Q: Would the one I love ever hurt or betray me?
A: Who else would?
    -- Matt Groening, Love is Hell

Daryl came home from his government job one day to find his wife Danielle of seven years just up and moved out of the two-bedroom South Los Angeles house they worked so hard to buy. Daryl never cheated, never hit her. He was just ... eccentric -- Yoruba rituals and ghetto best friends. Danielle's bougeouise sensibilities got tired of trying to mold him into a character from Central Casting.

She proceeded to move her prissy self into an apartment nearby and bough two cats to make her home incompatible to her ex. However, Daryl shared his allergy to cat fur with his two daughters. Three and a half days a week, Shamika and Assata coughed and suffered on the altar of their mother's cruelty, spending the rest of the week at home detoxing with herbal remedies before repeating the whole horrible cycle.

Cara ignored advice from her teenaged son and most of her friends when she let her estranged husband Charles back into her bed. Years prior, Charles' drug abuse drove him to shuffling around southern California streets, but his clean-cut comeback on her Oakland doorstep rekindled affectionate embers for the tall, dark, funny man she ran away to Vegas with.

The laughs returned easily, with passion just as sweet as she remembered. But night shifts at the car dealership got later and later, commissions came in less frequently in a time when auto sales were up nationwide. Charles' crisp close cropped cut started looking raggedy, his eyes less focused on her face. Cara confirmed that she was four months pregnant weeks after she'd found the pipe in his jacket and sent him packing. When her water broke, it was two days after Charles stole her car, disappearing again, leaving tears and confusion as a parting gift.

Betrayal cuts so deep for so many is because it can only come from someone close. Someone drawn in intentionally, bearing a personal invitation RSVPed with a sharp blade in your blind spot.

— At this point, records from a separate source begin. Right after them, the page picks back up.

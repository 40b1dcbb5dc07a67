package mqtt_test

import (
	"fmt"

	"github.com/gridloupe/gridloupe/stream/mqtt"
)

func ExampleWithSeq() {
	fmt.Println(string(mqtt.WithSeq([]byte(`{"name":"current-distortion","state":"raised"}`), 12)))
	fmt.Println(string(mqtt.WithSeq([]byte(`[1,2]`), 13)))
	// Output:
	// {"seq":12,"name":"current-distortion","state":"raised"}
	// [1,2]
}
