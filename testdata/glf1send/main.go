// Command glf1send is a reference GLF1 sender: it reads a WAV recording
// and writes its samples as GLF1 frames (README "The GLF1 frame") to a
// file, to standard output, or to the first TCP client that connects, so a
// firmware engineer can compare a sender's bytes and a gateway can be tried
// without hardware. It lives under testdata so that it is not part of the
// product build:
//
//	go run ./testdata/glf1send -wav rec.wav -channels 6 -listen 127.0.0.1:7001
//	go run ./testdata/glf1send -wav rec.wav -channels 6 -o frames.glf1
//
// Integer WAV samples are sent as their counts (use -format s16le, s24le or
// s32le wide enough for them), float WAV samples with -format f32le.
// -realtime paces the frames at the WAV's sample rate.
package main

import (
	"bufio"
	"flag"
	"fmt"
	"io"
	"net"
	"os"
	"time"

	"github.com/gridloupe/gridloupe/stream/input"
	"github.com/gridloupe/gridloupe/stream/pcm"
)

func main() {
	wavPath := flag.String("wav", "", "WAV `FILE` to send; required")
	channels := flag.Int("channels", 0, "channel count of the WAV file; required")
	format := flag.String("format", "s32le", "sample format: s16le, s24le, s32le or f32le")
	per := flag.Int("per", 256, "samples per channel in a frame, 1..4096")
	out := flag.String("o", "", "write frames to `FILE` (- = standard output)")
	listen := flag.String("listen", "", "serve frames to the first TCP client on `host:port`")
	realtime := flag.Bool("realtime", false, "pace frames at the recording's sample rate")
	flag.Parse()
	if err := send(*wavPath, *channels, *format, *per, *out, *listen, *realtime); err != nil {
		fmt.Fprintln(os.Stderr, "glf1send:", err)
		os.Exit(1)
	}
}

func send(wavPath string, channels int, format string, per int, out, listen string, realtime bool) error {
	f, ok := pcm.ParseFormat(format)
	if !ok || wavPath == "" || channels < 1 || (out == "") == (listen == "") {
		return fmt.Errorf("usage: -wav FILE -channels N [-format %v] (-o FILE | -listen host:port)", pcm.FormatNames())
	}
	in, err := os.Open(wavPath)
	if err != nil {
		return err
	}
	defer in.Close()
	wav, err := input.NewWAV(wavPath, bufio.NewReader(in), channels)
	if err != nil {
		return err
	}
	var w io.Writer
	switch {
	case out == "-":
		w = os.Stdout
	case out != "":
		o, err := os.Create(out)
		if err != nil {
			return err
		}
		defer o.Close()
		w = o
	default:
		ln, err := net.Listen("tcp", listen)
		if err != nil {
			return err
		}
		defer ln.Close()
		c, err := ln.Accept()
		if err != nil {
			return err
		}
		defer c.Close()
		w = c
	}
	bw := bufio.NewWriter(w)
	enc, err := pcm.NewGLF1Writer(bw, channels, f)
	if err != nil {
		return err
	}
	buf := make([]float64, max(1, min(per, pcm.MaxGLF1N))*channels)
	start := time.Now()
	var sent uint64
	for {
		n, rerr := wav.ReadFrames(buf)
		if n > 0 {
			if err := enc.Write(buf[:n*channels], n); err != nil {
				return err
			}
			sent += uint64(n)
			if realtime {
				if err := bw.Flush(); err != nil {
					return err
				}
				due := start.Add(time.Duration(float64(sent) / wav.SampleRate() * float64(time.Second)))
				time.Sleep(time.Until(due))
			}
		}
		if rerr == io.EOF {
			return bw.Flush()
		}
		if rerr != nil {
			return rerr
		}
	}
}
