//go:build !race

package store

import (
	"math/rand/v2"
	"testing"
)

func TestEncodeAllocs(t *testing.T) {
	s := setup8(allOrders())
	r := newRecord(s)
	fillRecord(r, s, rand.New(rand.NewPCG(11, 12)), t0, true)
	buf := make([]byte, 0, 8192)
	if n := testing.AllocsPerRun(100, func() {
		var err error
		if buf, err = encodeRecord(buf[:0], r, 1, s); err != nil {
			t.Fatal(err)
		}
	}); n != 0 {
		t.Fatalf("encodeRecord: %v allocs per call, want 0", n)
	}
}

func TestEncodeSlimAllocs(t *testing.T) {
	s := setup8(allOrders())
	r := newRecord(s)
	fillRecord(r, s, rand.New(rand.NewPCG(11, 12)), t0, true)
	buf := make([]byte, 0, 8192)
	if n := testing.AllocsPerRun(100, func() {
		var err error
		if buf, err = encodeRec(buf[:0], r, 1, s, true); err != nil {
			t.Fatal(err)
		}
	}); n != 0 {
		t.Fatalf("slim encodeRec: %v allocs per call, want 0", n)
	}
}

Stories like Daryl's and Cara's are traded in barbershops, on stoops and over cold beers. Who doesn't know one, secretly fearing having their own name exchanged in such a catastrophe?

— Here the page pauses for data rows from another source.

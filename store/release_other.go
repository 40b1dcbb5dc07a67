//go:build !linux

package store

// releaseMapped is a no-op where madvise is not used.
func (db *DB) releaseMapped() {}
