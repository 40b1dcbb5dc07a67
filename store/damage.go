package store

import (
	"errors"
	"fmt"
	"runtime/debug"

	bolt "go.etcd.io/bbolt"
	berrors "go.etcd.io/bbolt/errors"
)

// guarded runs fn with memory faults turned into panics
// (debug.SetPanicOnFault: a SIGBUS from a truncated file or a SIGSEGV from
// a wild page reference) and recovers any panic, bbolt's assertions
// included, as ErrDamaged naming path. bbolt's View and Update roll their
// transaction back on a panic, so the DB can still be closed.
func guarded(path string, fn func() error) (err error) {
	old := debug.SetPanicOnFault(true)
	defer func() {
		debug.SetPanicOnFault(old)
		if r := recover(); r != nil {
			err = damaged(path, fmt.Errorf("%v", r))
		}
	}()
	return fn()
}

func damaged(path string, cause error) error {
	return fmt.Errorf("%w: %s: %w", ErrDamaged, path, cause)
}

// update runs fn in a guarded write transaction.
func (db *DB) update(fn func(tx *bolt.Tx) error) error {
	return guarded(db.path, func() error { return db.bdb.Update(fn) })
}

// isDamageErr reports whether an error from bolt.Open means the file's
// content is bad (rather than locked, missing or not permitted).
func isDamageErr(err error) bool {
	return errors.Is(err, berrors.ErrInvalid) || errors.Is(err, berrors.ErrChecksum) ||
		errors.Is(err, berrors.ErrVersionMismatch) || errors.Is(err, berrors.ErrInvalidMapping)
}

// openGuarded opens the bbolt file with faults and panics recovered.
func openGuarded(path string, bo *bolt.Options) (*bolt.DB, error) {
	var bdb *bolt.DB
	err := guarded(path, func() error {
		var err error
		bdb, err = bolt.Open(path, 0o600, bo)
		return err
	})
	switch {
	case err == nil:
		return bdb, nil
	case errors.Is(err, ErrDamaged):
		return nil, err
	case isDamageErr(err):
		return nil, damaged(path, err)
	}
	return nil, err
}

// verify checks the file behind bdb (a read-only open, whose meta page
// bbolt has validated) with fsck, reading pages without the map, then runs
// bbolt's own check. fsck comes first and is at least as strict as bbolt's
// free-page scan, because that scan runs on a goroutine of its own (at
// every writable open, and inside the check of a read-only one) where any
// problem ends the process. bdb is closed when verify fails.
func verify(bdb *bolt.DB, path string) error {
	ps := bdb.Info().PageSize
	var hwm, root uint64
	err := guarded(path, func() error {
		return bdb.View(func(tx *bolt.Tx) error {
			hwm, root = uint64(tx.Size())/uint64(ps), uint64(tx.Cursor().Bucket().Root())
			return nil
		})
	})
	if err == nil {
		if ferr := fsckFile(path, ps, hwm, root); ferr != nil {
			err = damaged(path, ferr)
		}
	}
	if err == nil {
		var errs []error
		err = guarded(path, func() error {
			return bdb.View(func(tx *bolt.Tx) error {
				for e := range tx.Check() {
					if len(errs) < 8 {
						errs = append(errs, e)
					}
				}
				return nil
			})
		})
		if err == nil && len(errs) > 0 {
			err = damaged(path, errors.Join(errs...))
		}
	}
	if err != nil {
		return errors.Join(err, bdb.Close())
	}
	return nil
}
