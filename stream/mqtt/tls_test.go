package mqtt_test

import (
	"crypto/tls"
	"strings"
	"testing"

	"github.com/gridloupe/gridloupe/stream/mqtt"
	"github.com/gridloupe/gridloupe/stream/mqtt/mqtttest/testcert"
)

func TestTLSConfig(t *testing.T) {
	t.Parallel()
	c := testcert.New(t)
	junk := t.TempDir() + "/junk.pem"
	writeFile(t, junk, "not a certificate")
	tests := []struct {
		name, ca, cert, key string
		ok                  bool
		src                 string
	}{
		{"ca and client pair", c.CAFile, c.ClientCert, c.ClientKey, true, "crypto/tls: LoadX509KeyPair"},
		{"ca only", c.CAFile, "", "", true, "README, MQTT topics and payloads: client certificate optional"},
		{"nothing", "", "", "", true, "doc of TLSConfig: system roots"},
		{"junk ca", junk, "", "", false, "crypto/x509: AppendCertsFromPEM finds no certificate"},
		{"missing ca", c.CAFile + ".gone", "", "", false, "os.ReadFile"},
		{"cert without key", c.CAFile, c.ClientCert, "", false, "doc of TLSConfig: both or neither"},
		{"mismatched pair", c.CAFile, c.ClientCert, c.ServerKey, false, "crypto/tls: private key does not match public key"},
	}
	for _, tc := range tests {
		t.Run(tc.name, func(t *testing.T) {
			cfg, err := mqtt.TLSConfig(tc.ca, tc.cert, tc.key)
			if tc.ok != (err == nil) {
				t.Fatalf("TLSConfig: err %v, want ok=%v (%s)", err, tc.ok, tc.src)
			}
			if err != nil {
				return
			}
			if cfg.MinVersion != tls.VersionTLS12 {
				t.Errorf("MinVersion %x, want TLS 1.2 (doc of TLSConfig)", cfg.MinVersion)
			}
			if (tc.ca != "") != (cfg.RootCAs != nil) || (tc.cert != "") != (len(cfg.Certificates) == 1) {
				t.Errorf("roots %v, %d certificates", cfg.RootCAs != nil, len(cfg.Certificates))
			}
		})
	}
}

// TestTLSErrorsNameFiles: a refused file is named in the error, its
// contents never are (doc of TLSConfig: a key must not reach a log).
func TestTLSErrorsNameFiles(t *testing.T) {
	t.Parallel()
	c := testcert.New(t)
	junk := t.TempDir() + "/junk.pem"
	writeFile(t, junk, "not a certificate")
	for _, tc := range []struct{ ca, cert, key, name string }{
		{junk, "", "", junk},
		{c.CAFile, c.ClientCert, c.ServerKey, c.ServerKey},
	} {
		_, err := mqtt.TLSConfig(tc.ca, tc.cert, tc.key)
		if err == nil || !strings.Contains(err.Error(), tc.name) {
			t.Errorf("TLSConfig(%q, %q, %q): %v, want an error naming %s", tc.ca, tc.cert, tc.key, err, tc.name)
			continue
		}
		if strings.Contains(err.Error(), "not a certificate") || strings.Contains(err.Error(), "-----BEGIN") {
			t.Errorf("the error quotes the file: %v", err)
		}
	}
}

When one has such a loss -- a brutal divorce with years of economic and emotional fallout, or even watching a trusted colleague ascend with his footsteps on your back -- simmering contemplations can dwell in the core of the double-crossed. Those considerations turn simple commutes into dissections of past events, inspired by random songs that come across your radio dial. They leave late nights rife with CSI-styled analyses of half-remembered glances from before the fall. Sessions on the elliptical turn into treks through whispered bedroom utterances. A life once carefree can become pensive and troubled until thunderclouds of treachery find other skies to inhabit.

What one chooses to do while enthralled by these dark thoughts defines their character. Society teaches that the proper course of action is to live and let live, turn the other cheek and other Judaeo-Christian tropes. This is the commonly accepted wisdom, the gospel of forgiveness and understanding ...

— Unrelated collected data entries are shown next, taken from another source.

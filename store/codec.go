package store

import (
	"encoding/binary"
	"fmt"
	"math"

	"github.com/gridloupe/gridloupe/metrics"
	"github.com/gridloupe/gridloupe/metrics/quantity"
)

// recordVersion is the leading byte of every stored record. Version 2 adds
// the total's positive-sequence P1⁺ and Q1⁺ (which the 2 h aggregation
// needs for dpf); version 1 records decode them as null. Version 3 is the
// slim 3 s form (codec3s.go). Version 4 (full) and 5 (slim) add
// crest_factor per channel; versions 1 to 3 decode it as null. The per-channel and per-phase scalars are the
// stored quantities of metrics/quantity in table order; a quantity whose
// Since is above a record's version decodes as null.
const recordVersion = 4

// RecordBudget8Ch50 is the byte budget of one stored record with 8 channels,
// all 50 orders, three phases and both sequence sets (see the package doc).
const RecordBudget8Ch50 = 4096

// nullPhase is the int16 stored for an undefined phase angle.
const nullPhase = math.MinInt16

// presence bits.
const (
	hasFreq10s = 1 << iota
	hasSeqV
	hasSeqI
	hasTotal // totals without phases (delta)
)

// channel flag bits.
const (
	chPctNull = 1 << iota
	chPctILNull
)

var be = binary.BigEndian

func appendF32(b []byte, v float64) []byte { return be.AppendUint32(b, math.Float32bits(float32(v))) }

func appendPhase(b []byte, deg float64) []byte {
	if deg != deg {
		return be.AppendUint16(b, uint16(0x8000))
	}
	c := math.Round(deg * 100)
	// Angles are in (−180, 180]; clamp so a stray value cannot hit the null sentinel.
	c = math.Max(-18000, math.Min(18000, c))
	return be.AppendUint16(b, uint16(int16(c)))
}

// encodeRecord appends r's compact form (layout s, id lid) to dst.
func encodeRecord(dst []byte, r *metrics.Record, lid uint16, s *metrics.Setup) ([]byte, error) {
	return encodeRec(dst, r, lid, s, false)
}

// encodeRec appends r in the full form (recordVersion) or, with slim, in
// the slim 3 s form (recordVersionSlim, codec3s.go).
func encodeRec(dst []byte, r *metrics.Record, lid uint16, s *metrics.Setup, slim bool) ([]byte, error) {
	if err := checkLayout(r, s); err != nil {
		return dst, err
	}
	pres, deltaTotal := presence(r, s)
	ver := byte(recordVersion)
	if slim {
		ver = recordVersionSlim
	}
	b := append(dst, ver)
	b = be.AppendUint16(b, lid)
	b = be.AppendUint64(b, uint64(r.Start.UnixNano()))
	b = be.AppendUint64(b, math.Float64bits(r.DurationS))
	b = binary.AppendUvarint(b, r.Samples)
	b = be.AppendUint16(b, uint16(r.Flags))
	b = append(b, pres)
	b = appendF32(b, r.FreqHz)
	if r.HasFreq10s {
		b = appendF32(b, r.Freq10sHz)
	}
	b = appendChannels(b, r.Channels, slim)
	b = appendPhases(b, r.Phases)
	if len(r.Phases) > 0 || deltaTotal {
		t := &r.Total
		for _, v := range [...]float64{t.P, t.Q1, t.S, t.Se, t.Se1, t.Ve, t.Ie, t.PF, t.DPF, t.P1Pos, t.Q1Pos} {
			b = appendF32(b, v)
		}
	}
	for _, sq := range [2][]metrics.Seq{r.SeqV, r.SeqI} {
		if slim && len(sq) > 0 {
			sq = sq[:1] // the fundamental's only
		}
		for j := range sq {
			b = appendF32(b, sq[j].Pos)
			b = appendF32(b, sq[j].Neg)
			b = appendF32(b, sq[j].Zero)
		}
	}
	b = appendF32(b, r.UnbV)
	b = appendF32(b, r.UnbI)
	return appendCircuits(b, r, s)
}

// checkLayout returns an ErrBadLayout error unless r has s's channels, each
// with s's orders in order, at most three phases, and sequences (when
// present) over s's orders.
func checkLayout(r *metrics.Record, s *metrics.Setup) error {
	no := len(s.Orders)
	if len(r.Channels) != len(s.Channels) {
		return fmt.Errorf("%d channels, layout has %d: %w", len(r.Channels), len(s.Channels), ErrBadLayout)
	}
	for i := range r.Channels {
		h := r.Channels[i].H
		if len(h) != no {
			return fmt.Errorf("channel %q: %d orders, layout has %d: %w", s.Channels[i].Name, len(h), no, ErrBadLayout)
		}
		for j := range h {
			if h[j].H != s.Orders[j] {
				return fmt.Errorf("channel %q: order %d, layout has %d: %w", s.Channels[i].Name, h[j].H, s.Orders[j], ErrBadLayout)
			}
		}
	}
	if len(r.Phases) > 3 {
		return fmt.Errorf("%d phases: %w", len(r.Phases), ErrBadLayout)
	}
	for _, sq := range [2][]metrics.Seq{r.SeqV, r.SeqI} {
		if len(sq) != 0 && len(sq) != no {
			return fmt.Errorf("%d sequence orders, layout has %d: %w", len(sq), no, ErrBadLayout)
		}
	}
	return nil
}

// presence returns the record's presence byte (the 10 s frequency, each
// sequence, a delta circuit's totals without phases) and whether the
// totals are stored for a delta record without phases.
func presence(r *metrics.Record, s *metrics.Setup) (pres byte, deltaTotal bool) {
	if r.HasFreq10s {
		pres |= hasFreq10s
	}
	for k, sq := range [2][]metrics.Seq{r.SeqV, r.SeqI} {
		if len(sq) > 0 {
			pres |= hasSeqV << k
		}
	}
	// delta records carry totals without phases
	deltaTotal = len(r.Phases) == 0 && s.Wiring == metrics.Delta && s.HasTotal()
	if deltaTotal {
		pres |= hasTotal
	}
	return pres, deltaTotal
}

// appendChannels appends each channel's null flags, its stored quantities
// (the quantity table's Out&Store rows, in table order) and its harmonics:
// every order's RMS and phase, or in the slim form appendSlimHarmonics'.
func appendChannels(b []byte, chans []metrics.ChannelValues, slim bool) []byte {
	for i := range chans {
		c := &chans[i]
		var f byte
		if c.H[0].Pct != c.H[0].Pct {
			f |= chPctNull
		}
		if c.H[0].PctIL != c.H[0].PctIL {
			f |= chPctILNull
		}
		b = append(b, f)
		for id := range quantity.NumChannel {
			if quantity.Channel(id).Out&quantity.Store != 0 {
				b = appendF32(b, *c.Field(id))
			}
		}
		if slim {
			b = appendSlimHarmonics(b, c.H)
			continue
		}
		for j := range c.H {
			b = appendF32(b, c.H[j].RMS)
			b = appendPhase(b, c.H[j].PhaseDeg)
		}
	}
	return b
}

// reader consumes a byte slice; the first short read sets err and later reads return zero.
type reader struct {
	b   []byte
	err error
}

func (r *reader) take(n int) []byte {
	if r.err != nil || len(r.b) < n {
		if r.err == nil {
			r.err = fmt.Errorf("record truncated: %w", ErrCorrupt)
		}
		return nil
	}
	p := r.b[:n]
	r.b = r.b[n:]
	return p
}

func (r *reader) u8() byte {
	if p := r.take(1); p != nil {
		return p[0]
	}
	return 0
}

func (r *reader) u16() uint16 {
	if p := r.take(2); p != nil {
		return be.Uint16(p)
	}
	return 0
}

func (r *reader) u64() uint64 {
	if p := r.take(8); p != nil {
		return be.Uint64(p)
	}
	return 0
}

func (r *reader) f32() float64 {
	if p := r.take(4); p != nil {
		return float64(math.Float32frombits(be.Uint32(p)))
	}
	return 0
}

func (r *reader) phase() float64 {
	v := int16(r.u16())
	if v == nullPhase {
		return math.NaN()
	}
	return float64(v) / 100
}

func (r *reader) uvarint() uint64 {
	if r.err != nil {
		return 0
	}
	v, n := binary.Uvarint(r.b)
	if n <= 0 {
		r.err = fmt.Errorf("bad uvarint: %w", ErrCorrupt)
		return 0
	}
	r.b = r.b[n:]
	return v
}

// recordLayoutID returns the layout id of an encoded record.
func recordLayoutID(b []byte) (uint16, error) {
	if len(b) < 3 {
		return 0, fmt.Errorf("record of %d bytes: %w", len(b), ErrCorrupt)
	}
	if b[0] < 1 || b[0] > recordVersionSlim {
		return 0, fmt.Errorf("record version %d: %w", b[0], ErrCorrupt)
	}
	return be.Uint16(b[1:3]), nil
}

// newRecord returns a Record whose slices are sized for layout s.
func newRecord(s *metrics.Setup) *metrics.Record {
	r := &metrics.Record{Channels: make([]metrics.ChannelValues, len(s.Channels))}
	hs := make([]metrics.Harmonic, len(s.Channels)*len(s.Orders))
	for i := range r.Channels {
		r.Channels[i].H = hs[i*len(s.Orders) : (i+1)*len(s.Orders) : (i+1)*len(s.Orders)]
	}
	return r
}

// decodeRecord decodes b, written with layout s, into a new Record.
func decodeRecord(b []byte, iv metrics.Interval, s *metrics.Setup) (*metrics.Record, error) {
	if _, err := recordLayoutID(b); err != nil {
		return nil, err
	}
	rd := &reader{b: b[3:]}
	r := newRecord(s)
	r.Interval = iv
	r.Start = unixNano(int64(rd.u64()))
	r.DurationS = math.Float64frombits(rd.u64())
	r.Samples = rd.uvarint()
	r.Flags = metrics.Flags(rd.u16())
	pres := rd.u8()
	r.FreqHz = rd.f32()
	r.Freq10sHz = math.NaN()
	if pres&hasFreq10s != 0 {
		r.HasFreq10s = true
		r.Freq10sHz = rd.f32()
	}
	for i := range r.Channels {
		c := &r.Channels[i]
		f := rd.u8()
		for id := range quantity.NumChannel {
			if q := quantity.Channel(id); q.Out&quantity.Store != 0 {
				*c.Field(id) = storedF32(rd, q, b[0])
			}
		}
		if slimForm(b[0]) {
			rd.slimHarmonics(c.H, s.Orders)
			fillPct(c, f, s.Channels[i].Kind, s.ILA)
			continue
		}
		for j := range c.H {
			c.H[j].H = s.Orders[j]
			c.H[j].RMS = rd.f32()
			c.H[j].PhaseDeg = rd.phase()
		}
		fillPct(c, f, s.Channels[i].Kind, s.IL(i))
	}
	var err error
	if r.Phases, err = readPhases(rd, b[0]); err != nil {
		return nil, err
	}
	np := len(r.Phases)
	if np > 0 || pres&hasTotal != 0 {
		t := &r.Total
		t.P, t.Q1, t.S, t.Se, t.Se1 = rd.f32(), rd.f32(), rd.f32(), rd.f32(), rd.f32()
		t.Ve, t.Ie, t.PF, t.DPF = rd.f32(), rd.f32(), rd.f32(), rd.f32()
		t.P1Pos, t.Q1Pos = nan(), nan()
		if b[0] >= 2 {
			t.P1Pos, t.Q1Pos = rd.f32(), rd.f32()
		}
	}
	for k, dst := range [2]*[]metrics.Seq{&r.SeqV, &r.SeqI} {
		if pres&(hasSeqV<<k) == 0 || rd.err != nil {
			continue
		}
		sq := make([]metrics.Seq, len(s.Orders))
		for j := range sq {
			if slimForm(b[0]) && j > 0 {
				sq[j] = metrics.Seq{H: s.Orders[j], Pos: nan(), Neg: nan(), Zero: nan()}
				continue
			}
			sq[j] = metrics.Seq{H: s.Orders[j], Pos: rd.f32(), Neg: rd.f32(), Zero: rd.f32()}
		}
		*dst = sq
	}
	r.UnbV = rd.f32()
	r.UnbI = rd.f32()
	if err := readCircuits(rd, r, s, b[0]); err != nil {
		return nil, err
	}
	if rd.err != nil {
		return nil, rd.err
	}
	if len(rd.b) != 0 {
		return nil, fmt.Errorf("%d bytes after record: %w", len(rd.b), ErrCorrupt)
	}
	return r, nil
}

// fillPct recomputes pct (of the channel's fundamental) and pct_il (of IL).
func fillPct(c *metrics.ChannelValues, f byte, k metrics.Kind, il float64) {
	h1 := c.H[0].RMS
	for j := range c.H {
		h := &c.H[j]
		h.Pct, h.PctIL = math.NaN(), math.NaN()
		if f&chPctNull == 0 && h1 > 0 {
			h.Pct = 100 * h.RMS / h1
		}
		if f&chPctILNull == 0 && k == metrics.Current && il > 0 {
			h.PctIL = 100 * h.RMS / il
		}
	}
}

func nan() float64 { return math.NaN() }

// storedF32 reads quantity q from a record of the given version: stored
// since q.Since, null in older records.
// appendPhases appends the phase count and each phase's letter and stored
// quantities (the bus's, or one circuit's).
func appendPhases(b []byte, ps []metrics.PhaseValues) []byte {
	b = append(b, byte(len(ps)))
	for i := range ps {
		p := &ps[i]
		b = append(b, p.Phase)
		for id := range quantity.NumPhase {
			if quantity.Phase(id).Out&quantity.Store != 0 {
				b = appendF32(b, *p.Field(id))
			}
		}
	}
	return b
}

// readPhases reads what appendPhases wrote in record version ver.
func readPhases(rd *reader, ver byte) ([]metrics.PhaseValues, error) {
	np := int(rd.u8())
	if np > 3 {
		return nil, fmt.Errorf("%d phases: %w", np, ErrCorrupt)
	}
	if rd.err != nil || np == 0 {
		return nil, nil
	}
	ps := make([]metrics.PhaseValues, np)
	for i := range ps {
		p := &ps[i]
		p.Phase = rd.u8()
		for id := range quantity.NumPhase {
			if q := quantity.Phase(id); q.Out&quantity.Store != 0 {
				*p.Field(id) = storedF32(rd, q, ver)
			}
		}
	}
	return ps, nil
}

func storedF32(rd *reader, q quantity.Q, version byte) float64 {
	if version < q.Since {
		return nan()
	}
	return rd.f32()
}

// storedScalars counts the stored per-channel and per-phase quantities of
// the current record version.
func storedScalars() (perChannel, perPhase int) {
	for _, q := range quantity.Channels() {
		if q.Out&quantity.Store != 0 && q.Since <= recordVersion {
			perChannel++
		}
	}
	for _, q := range quantity.Phases() {
		if q.Out&quantity.Store != 0 && q.Since <= recordVersion {
			perPhase++
		}
	}
	return perChannel, perPhase
}

// RecordBytes estimates the encoded size of one aggregate record for
// layout s (the current version, with the 10 s frequency, sequences when the wiring
// has them), plus bbolt's per-entry overhead: for sizing retention
// against MaxSizeMB.
func RecordBytes(s *metrics.Setup) int {
	nch, nord, nph := len(s.Channels), len(s.Orders), len(s.Pairs)
	n := 1 + 2 + 8 + 8 + 3 + 2 + 1 + 4 + 4
	perCh, perPh := storedScalars()
	n += nch * (1 + perCh*4 + nord*(4+2))
	n += 1 + nph*(1+perPh*4)
	if nph > 0 || s.HasTotal() {
		n += 11 * 4
	}
	if s.Wiring == metrics.Wye || s.Wiring == metrics.Delta {
		if s.HasSequence(metrics.Voltage) {
			n += nord * 3 * 4
		}
		if s.HasSequence(metrics.Current) {
			n += nord * 3 * 4
		}
	}
	n += 2 * 4
	for _, c := range s.Circuits {
		n += circuitBytes(c.Sub)
	}
	return n + 16 + leafElemOverhead
}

My father believed that this was a philosophy for the weak.

A hard man who'd known hard times, my father lived by his own golden rule: do unto others before they do unto you. Growing up too smart for his own good, downplaying his abilities and his frustrations in a world that was all too happy to kill a Black man with a mind. He'd been stolen from by siblings, seen people actually lynched and bowed his head long before he was legally allowed to walk tall. So the preledictions of this writer, despite the good-natured Christian intentions of his wife, tend towards the 285th Rule of Acquisition: no good deed ever goes unpunished. I was raised to believe in vengeance -- if not direct and commensurate, at least the revenge of living well.

Some might counsel some wisdom from ancients, might give some indication of a bright, shining future ahead once one can work their way through the anguish and confusion of being turned on by those who once held your trust. Those messages are likely composed by pansies.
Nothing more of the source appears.